While John and Cindy Simpson continue to be told by RCMP that the search at the Sagmoen Farm is not related to their daughter Ashley’s disappearance, the discovery of the remains of Traci Genereaux has ramped up their sense of loss once again.
The couple, who have endured 18 months of waiting and wondering since Ashley went missing April 28, 2016, are facing the increasing likelihood that their daughter is dead.
“Of course, I want her in one piece alive, but if it’s gotta be in a box, then so be it. We’ve just gotta get her home,” says John Simpson in an interview from Ontario.
His wife Cindy, says she feels certain that Ashley is no longer alive. She says in some ways the news of the search on the farm has left their family with divided hearts.
“In some ways you wish yes, or hope yes, that she will be found there, but you also pray no,” she says. “But in my heart I know she’s gone. All I want now is to bring her home, so our family can say a proper goodbye and know where her final resting place is.”
Cindy says this is the critical missing piece in the family’s grieving process.
“Right now, it is an open chapter until she is found. Once that happens, I think you can start a different stage of the grieving process and then the healing can start. Right now, healing is not even in our vocabulary.”
Cindy says the RCMP have been keeping in communication with her and are standing by the information they have been given since the search began – this search is unrelated to Ashley’s case. Ashley was last seen on Yankee Flats Road, just one road over from Salmon River Road, where the Sagmoen Farm is located.
“Of course they also tell us they aren’t ruling anything out at this point,” Cindy says.
The couple’s emotions are also divided for the family of 18-year-old Traci Genereaux. On one hand, they feel sorrow for the confirmation of their loss, on the another this is information they are also desperately searching for.

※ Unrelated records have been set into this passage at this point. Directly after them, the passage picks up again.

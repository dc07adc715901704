import type { EngineKind } from '../../../app/worker/createWorker';
import type { FromWorker, ToWorker, WorkerLike } from '../../../app/worker/protocol';
import type { Told } from '../../../app/worker/questions';
import type { BlendOutcome, Order } from '../../../src';

/** A worker that says only what the test makes it say. */
export class FakeWorker implements WorkerLike {
  onmessage: WorkerLike['onmessage'] = null;
  onerror: WorkerLike['onerror'] = null;
  onmessageerror: WorkerLike['onmessageerror'] = null;
  readonly heard: ToWorker[] = [];
  terminated = false;

  constructor(readonly kind: EngineKind) {}

  postMessage(message: ToWorker): void {
    this.heard.push(message);
  }

  terminate(): void {
    this.terminated = true;
  }

  say(message: FromWorker): void {
    this.onmessage?.(new MessageEvent('message', { data: message }));
  }

  crash(message: string): void {
    this.onerror?.(new ErrorEvent('error', { message, cancelable: true }));
  }

  /** The orders it was asked to solve. */
  get asked(): Extract<ToWorker, { kind: 'solve' }>[] {
    return this.heard.filter((message) => message.kind === 'solve');
  }

  /** The questions it was asked. */
  get questions(): Extract<ToWorker, { kind: 'ask' }>[] {
    return this.heard.filter((message) => message.kind === 'ask');
  }

  /** Answers the latest question. */
  tell(told: Told): void {
    this.say({ kind: 'told', id: this.questions.at(-1)?.id ?? Number.NaN, told });
  }

  /** Answers the latest order. */
  answer(costPerTonne: number, stopped: BlendOutcome['stopped'] = 'finished'): void {
    const id = this.asked.at(-1)?.id ?? Number.NaN;
    this.say({ kind: 'outcome', id, outcome: outcomeOf(costPerTonne, stopped) });
  }
}

/** What is told of a recipe: nothing, after so many solves. */
export const explanationOf = (solves: number): Told => ({
  kind: 'recipe',
  value: { limits: [], entries: [], used: [], stopped: 'finished', solves },
});

export function outcomeOf(costPerTonne: number, stopped: BlendOutcome['stopped'] = 'finished'): BlendOutcome {
  return {
    stopped,
    proof: { kind: stopped === 'finished' ? 'least cost' : 'none' },
    recipe: [{ stockId: 'a', massFraction: 1 }],
    costPerTonne,
    checks: [],
    leftOut: [],
    cautions: [],
    problems: [],
    work: { nodes: 1, linearPrograms: 1, milliseconds: 1 },
  };
}

/** An order that can be told from others by its batch size. */
export const orderOf = (batchTonnes: number): Order => ({ stocks: [], limits: [], batchTonnes });

/** Makes fake workers and keeps them for the test. */
export class FakeWorkers {
  readonly made: FakeWorker[] = [];
  readonly create = (kind: EngineKind): FakeWorker => {
    const worker = new FakeWorker(kind);
    this.made.push(worker);
    return worker;
  };

  get last(): FakeWorker {
    const worker = this.made.at(-1);
    if (!worker) throw new Error('No worker was made yet.');
    return worker;
  }
}
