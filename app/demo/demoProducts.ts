import type { Family, Figure, Lot, Product } from '../../src';

/**
 * Invented stocks of an invented plant: plausible figures, nobody's. Suppliers, tanks and lots are made up too.
 *
 * Columns: price [€/t], density at 15 °C [kg/m³], KV40 and KV100 [mm²/s], Noack [% m/m], pour point neat and with
 * depressant [°C], flash point [°C], sulphur [mg/kg]. 'rest' stands for "takes the value of the rest of the mix":
 * nobody measures the volatility or the pour point of a package, and at these doses it hardly matters.
 */
type Cell = number | 'rest' | undefined;
type Row = [
  price: number,
  density: number,
  kv40: number,
  kv100: number,
  noack: Cell,
  pour: Cell,
  depressed: Cell,
  flash: Cell,
  sulphur: number,
];

interface Described {
  id: string;
  name: string;
  family: Family;
  supplier: string;
  row: Row;
  lot: { name: string; tank: string; tonnes: number; date: string; drift: number };
  flags?: string[];
  note?: string;
  /** What one drum holds [t], what opening it costs a batch [€], and the least share it is worth opening for. */
  drums?: { tonnes: number; flush: number; leastDose: number };
}

const DATA_SHEET = '2026-01-05';
const SYNTHETIC = ['synthetic'];

function figure(property: string, cell: Cell, origin: Figure['origin'], celsius?: number): Figure[] {
  if (cell === undefined) return [];
  const at = celsius === undefined ? {} : { celsius };
  if (cell === 'rest') return [{ property, ...at, origin: 'as the rest' }];
  return [{ property, ...at, value: cell, origin, date: DATA_SHEET }];
}

/** Packages and thickeners carry values worked back from a trial mix; base oils the typical ones of a data sheet. */
function figuresOf(family: Family, row: Row): Figure[] {
  const [, density, kv40, kv100, noack, pour, depressed, flash, sulphur] = row;
  const additive = family === 'thickener' || family === 'package' || family === 'depressant';
  const origin = additive ? 'in-blend' : 'typical';
  return [
    ...figure('kv', kv40, origin, 40),
    ...figure('kv', kv100, origin, 100),
    ...figure('density', density, 'typical', 15),
    ...figure('noack', noack, origin),
    ...figure('pourPoint', pour, origin),
    ...figure('pourPointDepressed', depressed, origin),
    ...figure('flashPoint', flash, origin),
    ...figure('sulphur', sulphur, origin),
  ];
}

/** The lot's certificate: viscosities a little off the typical ones, as deliveries are. */
function lotOf({ id, family, row, lot }: Described): Lot {
  const additive = family === 'thickener' || family === 'package' || family === 'depressant';
  const certified = (value: number) => Number((value * (1 + lot.drift)).toPrecision(4));
  const measured = (celsius: number, value: number): Figure => ({
    property: 'kv',
    celsius,
    value: certified(value),
    origin: 'measured',
    date: lot.date,
  });
  return {
    id: `${id}-lot`,
    name: lot.name,
    tank: lot.tank,
    certificateDate: lot.date,
    availableTonnes: lot.tonnes,
    // A neat package's certificate says nothing of its in-blend viscosity.
    figures: additive ? [] : [measured(40, row[2]), measured(100, row[3])],
  };
}

const DESCRIBED: Described[] = [
  {
    id: 'sn-150',
    name: 'SN 150',
    family: 'Group I',
    supplier: 'Ostermarsk Base Oils',
    row: [880, 868, 30.4, 5.15, 17, -12, -30, 218, 3800],
    lot: { name: 'OM-4417', tank: 'T-01', tonnes: 64, date: '2026-02-11', drift: 0.012 },
  },
  {
    id: 'sn-500',
    name: 'SN 500',
    family: 'Group I',
    supplier: 'Ostermarsk Base Oils',
    row: [905, 882, 96, 10.8, 5.5, -9, -24, 248, 5200],
    lot: { name: 'OM-4402', tank: 'T-02', tonnes: 58, date: '2026-02-04', drift: -0.008 },
  },
  {
    id: 'bright-stock',
    name: 'Bright stock',
    family: 'Group I',
    supplier: 'Ostermarsk Base Oils',
    row: [1240, 901, 478, 31.8, 0.8, -9, -18, 298, 7000],
    lot: { name: 'OM-4388', tank: 'T-03', tonnes: 21, date: '2026-01-22', drift: 0.015 },
  },
  {
    id: 'group-ii-150',
    name: 'Group II 150',
    family: 'Group II',
    supplier: 'Vennhaarst Hydroprocessing',
    row: [940, 860, 30.2, 5.25, 14.5, -15, -33, 222, 10],
    lot: { name: 'VH-0931', tank: 'T-04', tonnes: 47, date: '2026-02-09', drift: 0.006 },
  },
  {
    id: 'group-ii-500',
    name: 'Group II 500',
    family: 'Group II',
    supplier: 'Vennhaarst Hydroprocessing',
    row: [985, 870, 95.5, 11, 4, -15, -30, 256, 15],
    lot: { name: 'VH-0927', tank: 'T-05', tonnes: 39, date: '2026-02-06', drift: -0.011 },
  },
  {
    id: 'group-iii-4',
    name: 'Group III 4',
    family: 'Group III',
    supplier: 'Vennhaarst Hydroprocessing',
    row: [1160, 834, 19.3, 4.22, 14.2, -18, -39, 222, 5],
    lot: { name: 'VH-1104', tank: 'T-06', tonnes: 52, date: '2026-02-13', drift: 0.009 },
  },
  {
    id: 'group-iii-6',
    name: 'Group III 6',
    family: 'Group III',
    supplier: 'Vennhaarst Hydroprocessing',
    row: [1190, 843, 36.5, 6.5, 7.2, -15, -36, 240, 5],
    lot: { name: 'VH-1098', tank: 'T-07', tonnes: 44, date: '2026-02-12', drift: -0.007 },
  },
  {
    id: 'pao-4',
    name: 'PAO 4',
    family: 'PAO',
    supplier: 'Tarnvarre Synthetics',
    row: [2180, 820, 17.4, 3.95, 13, -66, undefined, 220, 0],
    lot: { name: 'TV-207', tank: 'T-11', tonnes: 18, date: '2026-01-30', drift: 0.004 },
    flags: SYNTHETIC,
  },
  {
    id: 'pao-6',
    name: 'PAO 6',
    family: 'PAO',
    supplier: 'Tarnvarre Synthetics',
    row: [2240, 827, 30.9, 5.88, 6.6, -57, undefined, 246, 0],
    lot: { name: 'TV-211', tank: 'T-12', tonnes: 16, date: '2026-01-30', drift: -0.005 },
    flags: SYNTHETIC,
  },
  {
    id: 'pao-40',
    name: 'PAO 40',
    family: 'PAO',
    supplier: 'Tarnvarre Synthetics',
    row: [3350, 850, 398, 39.6, 1.2, -36, undefined, 280, 0],
    lot: { name: 'TV-198', tank: 'T-13', tonnes: 12, date: '2026-01-16', drift: 0.01 },
    flags: SYNTHETIC,
  },
  {
    id: 'mpao-100',
    name: 'mPAO 100',
    family: 'mPAO',
    supplier: 'Tarnvarre Synthetics',
    row: [4150, 855, 1150, 103, 0.6, -36, undefined, 284, 0],
    lot: { name: 'TV-M31', tank: 'Totes, bay 2', tonnes: 6, date: '2026-01-16', drift: -0.012 },
    flags: SYNTHETIC,
  },
  {
    id: 'polyol-ester',
    name: 'Polyol ester',
    family: 'ester',
    supplier: 'Lindemoor Esters',
    row: [2980, 946, 19.8, 4.38, 3.2, -51, undefined, 250, 0],
    lot: { name: 'LM-88', tank: 'Totes, bay 3', tonnes: 8, date: '2026-01-27', drift: 0.007 },
    flags: SYNTHETIC,
  },
  {
    id: 'pao-6-drums',
    name: 'PAO 6, drums',
    family: 'PAO',
    supplier: 'Tarnvarre Synthetics',
    row: [2390, 827, 30.9, 5.88, 6.6, -57, undefined, 246, 0],
    lot: { name: 'TV-D18', tank: 'Drums, bay 1', tonnes: 2, date: '2026-02-03', drift: 0 },
    flags: SYNTHETIC,
    drums: { tonnes: 0.165, flush: 60, leastDose: 0.05 },
  },
  {
    id: 'polyol-ester-drums',
    name: 'Polyol ester, drums',
    family: 'ester',
    supplier: 'Lindemoor Esters',
    row: [3120, 946, 19.8, 4.38, 3.2, -51, undefined, 250, 0],
    lot: { name: 'LM-D07', tank: 'Drums, bay 1', tonnes: 1.2, date: '2026-02-03', drift: 0 },
    flags: SYNTHETIC,
    drums: { tonnes: 0.19, flush: 90, leastDose: 0.03 },
  },
  {
    id: 'ocp-concentrate',
    name: 'Olefin copolymer concentrate',
    family: 'thickener',
    supplier: 'Brakkvater Additives',
    row: [2100, 868, 9500, 820, 'rest', 'rest', undefined, 'rest', 0],
    lot: { name: 'BV-C12', tank: 'Heated totes, bay 5', tonnes: 9, date: '2026-02-02', drift: 0 },
    note: 'Blending viscosities, worked back from a trial mix; the neat concentrate is thicker.',
  },
  {
    id: 'hydraulic-package',
    name: 'Hydraulic package',
    family: 'package',
    supplier: 'Brakkvater Additives',
    row: [3400, 960, 85, 9, 'rest', 'rest', undefined, 'rest', 21_000],
    lot: { name: 'BV-H40', tank: 'Drums, bay 6', tonnes: 4, date: '2026-02-02', drift: 0 },
    flags: SYNTHETIC,
  },
  {
    id: 'gear-package',
    name: 'Gear package',
    family: 'package',
    supplier: 'Brakkvater Additives',
    row: [3900, 1010, 62, 8, 'rest', 'rest', undefined, 'rest', 160_000],
    lot: { name: 'BV-G17', tank: 'Drums, bay 6', tonnes: 3, date: '2026-02-02', drift: 0 },
    flags: SYNTHETIC,
  },
  {
    id: 'depressant',
    name: 'Pour-point depressant',
    family: 'depressant',
    supplier: 'Brakkvater Additives',
    row: [2600, 900, 350, 40, 'rest', 'rest', undefined, 'rest', 0],
    lot: { name: 'BV-D03', tank: 'Drums, bay 6', tonnes: 2, date: '2026-02-02', drift: 0 },
  },
];

function productOf(described: Described): Product {
  const { id, name, family, supplier, row, flags, note, drums } = described;
  return {
    id,
    name,
    supplier,
    family,
    pricePerTonne: row[0],
    figures: figuresOf(family, row),
    ...(flags ? { flags } : {}),
    ...(drums ? { lotTonnes: drums.tonnes, flushCost: drums.flush, leastDoseIfUsed: drums.leastDose } : {}),
    lots: [lotOf(described)],
    ...(note ? { note } : {}),
  };
}

/** The demo's products, made afresh on every call. */
export function demoProducts(): Product[] {
  return DESCRIBED.map(productOf);
}
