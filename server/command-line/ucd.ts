import { COLUMNS, type Column } from "#shared/catalogue/columns.ts";

/** Quantities for which catalogues agree on one UCD. */
const SURE = new Set(
  (COLUMNS as readonly Column[])
    .filter((c) => c.stage === "given" && c.kind === "number" && c.group !== "flags" && c.key !== "card_mag")
    .map((c) => c.key)
    .concat("teff"),
);

const ucdOf = new Map((COLUMNS as readonly Column[]).map((c) => [c.key, c.ucd.toLowerCase().split(";")]));

/** UCDs of the first kind (`POS_EQ_RA_MAIN`) say the same in other words, and are not compared. */
const isFirstKind = (ucd: string): boolean => /^[A-Z0-9_/-]+$/.test(ucd) && !ucd.includes(".");

/** Columns spelled [M/H] are taken for [Fe/H], so the word for the abundance of all metals is no other quantity. */
const ALSO: ReadonlyMap<string, string> = new Map([["phys.abund.z", "phys.abund.fe"]]);

/** One word is the other, or a kind of it: `phot.mag;em.opt` speaks of `phot.mag;em.opt.B` too. */
const isAkin = (a: string, b: string): boolean => a === b || a.startsWith(`${b}.`) || b.startsWith(`${a}.`);

const bandsOf = (words: readonly string[]): string[] => words.filter((word) => word.startsWith("em."));

/**
 * Whether a declared UCD speaks of another quantity than the column's name does. An unknown or empty UCD speaks of none.
 *
 * @param means key of a quantity, or of its error
 */
export const contradicts = (ucd: string, means: string): boolean => {
  const key = means.replace(/_err$/, "");
  if (ucd.trim() === "" || isFirstKind(ucd.trim()) || !SURE.has(key)) return false;
  const words = ucd
    .toLowerCase()
    .split(";")
    .map((word) => word.trim())
    .map((word) => ALSO.get(word) ?? word);
  const isError = words.some((word) => word.startsWith("stat.error"));
  if (isError !== means.endsWith("_err")) return true;
  const own = words.filter((word) => !word.startsWith("stat.") && !word.startsWith("meta."));
  const [main = "", ...more] = ucdOf.get(key) ?? [];
  // An error may name no quantity: `stat.error` alone says nothing against it.
  if (own.length === 0) return !isError;
  if (!own.some((word) => isAkin(word, main))) return true;
  const bands = bandsOf(own);
  const band = bandsOf(more)[0];
  return band !== undefined && bands.length > 0 && !bands.some((word) => isAkin(word, band));
};
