/** Version of the rules below, raised with every change of one. */
export const RANGE_RULES_VERSION = 1;

export interface RangeRule {
  readonly key: string;
  /** In the canonical unit, ends included. */
  readonly least: number;
  readonly most: number;
  readonly unit: string;
}

const rule = (key: string, least: number, most: number, unit: string): RangeRule => ({
  key,
  least,
  most,
  unit,
});

const bands = ["g", "bp", "rp", "v", "j", "h", "ks", "card"];

/**
 * What a value of each quantity can be at all (common practice, no source). Values outside are kept as they are: a rule asks
 * people to look, and never changes a number.
 */
export const RANGE_RULES: readonly RangeRule[] = [
  // The nearest star has 768.5 mas (from memory).
  rule("parallax", -1000, 1000, "mas"),
  // The fastest star moves 10.4″ a year (from memory).
  rule("pmra", -12_000, 12_000, "mas/yr"),
  rule("pmdec", -12_000, 12_000, "mas/yr"),
  ...bands.map((band) => rule(`${band}_mag`, -2, 30, "mag")),
  rule("teff", 1500, 60_000, "K"),
  rule("logg", -1, 9.5, "dex"),
  rule("feh", -6, 1.5, "dex"),
  rule("distance", 1, 100_000, "pc"),
  rule("ebv", -0.5, 20, "mag"),
  rule("ruwe", 0, 200, ""),
  rule("light_share", 0, 1, ""),
  rule("epoch", 1800, 2200, "yr"),
];
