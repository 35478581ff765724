/** Factors by which a slip of a unit changes every number of a column. */
const SLIPS: readonly { readonly factor: number; readonly words: string }[] = [
  { factor: 15, words: "15 ×" },
  { factor: 180 / Math.PI, words: "57.3 ×" },
  { factor: 1000, words: "1000 ×" },
  { factor: 3600, words: "3600 ×" },
  { factor: (180 * 3600) / Math.PI, words: "206 265 ×" },
  { factor: 1_000_000, words: "1 000 000 ×" },
  { factor: 3_600_000, words: "3 600 000 ×" },
];

export interface Slip {
  /** The file's numbers over what they should be. */
  readonly factor: number;
  /** `1000 × smaller`. */
  readonly words: string;
}

/**
 * The slip that a ratio of numbers tells of; undefined where it is no factor of units.
 *
 * @param within how far the logarithm of the ratio may lie from that of the factor
 */
export const slipOf = (ratio: number, within: number): Slip | undefined => {
  if (!(ratio > 0)) return undefined;
  const isSmaller = ratio < 1;
  const size = isSmaller ? 1 / ratio : ratio;
  const found = SLIPS.find(({ factor }) => Math.abs(Math.log(size / factor)) <= within);
  return (
    found && {
      factor: isSmaller ? 1 / found.factor : found.factor,
      words: `${found.words} ${isSmaller ? "smaller" : "larger"}`,
    }
  );
};
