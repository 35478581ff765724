import type { PlanFile } from "./plan-file.ts";

/** Something that the file cannot say and a person must, before its numbers can be trusted. */
export interface Question {
  readonly message: string;
  readonly hint: string;
  /** One of the answers, as a plan would give it. */
  readonly answer: PlanFile;
}

/** A plan's answer about one column. */
export const columnAnswer = (header: string, column: NonNullable<PlanFile["columns"]>[string]): PlanFile => ({
  columns: { [header]: column },
});

/** A plan that gives each question one of its answers. */
export const planOf = (questions: readonly Question[]): PlanFile => {
  const columns: NonNullable<PlanFile["columns"]> = {};
  const accept = questions.flatMap(({ answer }) => answer.accept ?? []);
  let plan: PlanFile = {};
  for (const { answer } of questions) {
    plan = { ...plan, ...answer, ...(accept.length > 0 ? { accept } : {}) };
    for (const [header, column] of Object.entries(answer.columns ?? {}))
      columns[header] = { ...columns[header], ...column };
  }
  return Object.keys(columns).length === 0 ? plan : { ...plan, columns };
};
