/** Letters to change, add or take away to make one text of the other (Levenshtein 1966, Sov. Phys. Dokl. 10, 707). */
export const editDistance = (a: string, b: string): number => {
  let before = Array.from({ length: b.length + 1 }, (_, j) => j);
  for (let i = 1; i <= a.length; i++) {
    const row = [i];
    for (let j = 1; j <= b.length; j++) {
      const change = (before[j - 1] ?? 0) + (a[i - 1] === b[j - 1] ? 0 : 1);
      row.push(Math.min(change, (before[j] ?? 0) + 1, (row[j - 1] ?? 0) + 1));
    }
    before = row;
  }
  return before[b.length] ?? 0;
};

const MOST_CHARACTERS = 64;
const KEPT = 3;

/** The spellings nearest to one, of any number that are shown. */
export class Nearest {
  private best: { text: string; distance: number }[] = [];

  constructor(
    private readonly wanted: string,
    private readonly plain: (text: string) => string,
  ) {}

  show(text: string): void {
    const distance = editDistance(
      this.plain(this.wanted).slice(0, MOST_CHARACTERS),
      this.plain(text).slice(0, MOST_CHARACTERS),
    );
    const worst = this.best.at(-1);
    if (this.best.length === KEPT && worst && worst.distance <= distance) return;
    if (this.best.some((b) => b.text === text)) return;
    this.best = [...this.best, { text, distance }].toSorted((a, b) => a.distance - b.distance).slice(0, KEPT);
  }

  get texts(): readonly string[] {
    return this.best.map((b) => b.text);
  }
}
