import { createReadStream } from "node:fs";
import { open } from "node:fs/promises";
import { basename, resolve } from "node:path";
import { unprocessable } from "../errors.ts";
import { openTable as openBytes, type RecognisedTable } from "../formats/open-table.ts";
import type { Dialect } from "./plan-file.ts";
import { systemWords } from "./trouble.ts";

/** The bytes of a file; one that cannot be opened is said in words. */
export const bytesOf = async (folder: string, name: string): Promise<AsyncIterable<Buffer>> => {
  const path = resolve(folder, name);
  try {
    const file = await open(path);
    const isFolder = (await file.stat()).isDirectory();
    await file.close();
    if (isFolder) throw Object.assign(new Error("a folder"), { code: "EISDIR" });
    return createReadStream(path);
  } catch (error) {
    const why = systemWords(error);
    if (why === undefined) throw error;
    throw unprocessable("no-file", `The file ${path} cannot be read: ${why}.`, {
      hint: "Check its name and from which folder it is named.",
      cause: error,
    });
  }
};

/** Opens a table by what its bytes say, whatever its name says. */
export const openTable = async (
  folder: string,
  name: string,
  { delimiter, decimalMark, encoding }: Dialect,
): Promise<RecognisedTable> =>
  openBytes(await bytesOf(folder, name), { delimiter, decimalMark, encoding, name: basename(name) });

“In what seems like a strange way, I’m happy for Traci’s parents, that they will come to some peace of mind,” says Cindy. “I can’t say it’s closure because I don’t believe there will ever really be closure for any family in a situation like this one, but now they have a chance to lay her to rest. That’s a big thing for me, not knowing where Ashley is.”
Cindy says the scale of the search at the Sagmoen farm is bringing her some strange comfort.
“Ashley’s case is an open case and I know they (RCMP) are working on it. They have told us that all along. But to see how thoroughly they are doing their jobs in Silver Creek, that’s comforting to see that those are the resources they will put out there when they get the information they need to go on. That’s reassuring whether this case involves Ashley or not.”
John has spent much of the last 18 months keeping his daughter’s case in the public eye, and trying to draw awareness to the issue of missing and murdered women in Canada. He’s participating in charity walks and vigils, and rarely do a few days go by without him donning a t-shirt with his daughter’s picture on it to ensure her face is visible.
“We need the community, the government and the police to all join together and demand the investment of resources in these cases. There’s just too many families living without answers.”
He says he keeps this up because he is certain his daughter would have wanted that.
“One thing I can do is try to have people sit up and take notice. Maybe it will help her case, or maybe someone else’s.”